Gradient descent

If you want to predict something from your data, you need to put a strategy in place. I mean you need a way to measure how good your predictions are … and then try to make the best ones.

This is usually done by taking some data for which you already know the outcome and then measuring the difference from what your system predict and the actual outcome.

This difference is often referred to as the “cost function”. Once we have such a function our machine learning problem comes down to minimising our cost function.

One very simple way to find the minimum value(s) is called gradient descent. The basic idea is to make small steps along the gradient (the derivative of the function) until we reach a minimum.

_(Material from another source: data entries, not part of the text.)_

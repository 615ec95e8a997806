"""The command line: exit status, output for programs, stopping and going on."""

import csv
import io
import json
import os
import signal
import subprocess
import sys
from contextlib import redirect_stderr, redirect_stdout
from pathlib import Path
from typing import Any

import click
import h5py
import numpy as np
import pytest
from helpers import ROOT, call, job

from doe.cli import doe, main
from doe.cli.new import KINDS

COMMANDS = sorted(doe.commands)
LIMITS = {"efficiency": ">= 30 %", "uniformity_error": "<= 99 %"}
SCORES = {
    "efficiency",
    "efficiency_with_surfaces",
    "hottest_to_mean",
    "position_error",
    "rms_error",
    "stray",
    "uniformity_error",
    "worst_stray_to_mean",
    "zero_order",
    "zero_order_to_mean",
}


def quiet_call(*words: object) -> tuple[int, str, str]:
    """Exit status, stdout and stderr of a command, where no fixture is at hand."""
    out, err = io.StringIO(), io.StringIO()
    with pytest.MonkeyPatch.context() as patch, redirect_stdout(out), redirect_stderr(err):
        patch.setattr(sys, "argv", ["doe", *map(str, words)])
        with pytest.raises(SystemExit) as end:
            main()
    return end.value.code, out.getvalue(), err.getvalue()


def strict(text: str) -> dict[str, Any]:
    """The one JSON object in a text; NaN and infinities are no JSON."""

    def refuse(name: str) -> None:
        raise AssertionError(f"{name} is no JSON")

    found = json.loads(text, parse_constant=refuse)
    assert isinstance(found, dict)
    return found


@pytest.fixture(scope="module")
def finished(tmp_path_factory) -> tuple[Path, dict[str, Any]]:
    """The folder of a finished run and the JSON it printed."""
    folder = tmp_path_factory.mktemp("finished")
    before = os.getcwd()
    os.chdir(folder)
    try:
        job(element__pixels=16, limits=LIMITS)
        status, out, err = quiet_call("run", "job.toml", "--out", "out", "--json")
        assert status == 0, err
        return folder, strict(out)
    finally:
        os.chdir(before)


@pytest.mark.parametrize("command", COMMANDS)
def test_the_help_of_every_command_has_an_example_that_parses(command, monkeypatch, capsys):
    status, out, _ = call(monkeypatch, capsys, command, "--help")
    assert status == 0
    example = out[out.index("Example: ") + len("Example: ") :].split()
    assert example[:2] == ["doe", command]
    found = doe.commands[command]
    with click.Context(found) as context:
        found.parse_args(context, example[2:])
    for option in ("--json", "--quiet", "--no-color"):
        assert option in out


def test_the_help_lists_commands_and_exit_status(monkeypatch, capsys):
    status, out, _ = call(monkeypatch, capsys, "--help")
    assert status == 0
    for command in COMMANDS:
        assert command in out
    for number in ("3 config", "8 numerical", "130"):
        assert number in " ".join(out.split())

The idea behind this algorithm is that

\(
f(x + \epsilon) = f(x) + \epsilon f'(x)
\) when \(\epsilon\) is close to 0.

Using the sign of the derivative we can find the best direction to walk by. If the derivative is positive the function is increasing, so we’d like to walk to the left and when the derivative is negative the function is decreasing so we move to the right. This give the following pseudo-code:

while (\(\| f'(x)\| < \delta\)) do
\(x = x – \epsilon f'(x)\)
done

\(\delta\) allows to stop when the derivative is close enough to 0. When we are close enough to a minimum.

By Joris Gillis (Created with Maple 10) via Wikimedia Commons
By Joris Gillis (Created with Maple 10) via Wikimedia Commons

When the derivative is 0 we may have reach a minimum (or a maximum, a saddle point, or a flat region). We can usually figure out the situation using the second derivative \(f”(x)\).

The main problem with this approach is that it is subject to local minimums. We may end up in a local minimum that is not the optimal solution. We can try with bigger steps (increase \(\epsilon\)) but too large values of \(\epsilon\) might miss the minimum and having the gradient descent to never converge.

Moreover this approach is slow as we need to proceed by small steps. Usually we stop the algorithm after a given number of steps and use smaller and smaller steps as we get closer to a minimum.

The beauty of this algorithm lies in its simplicity as it can work on many complex functions (\(f\) needs to be continue to be differentiable).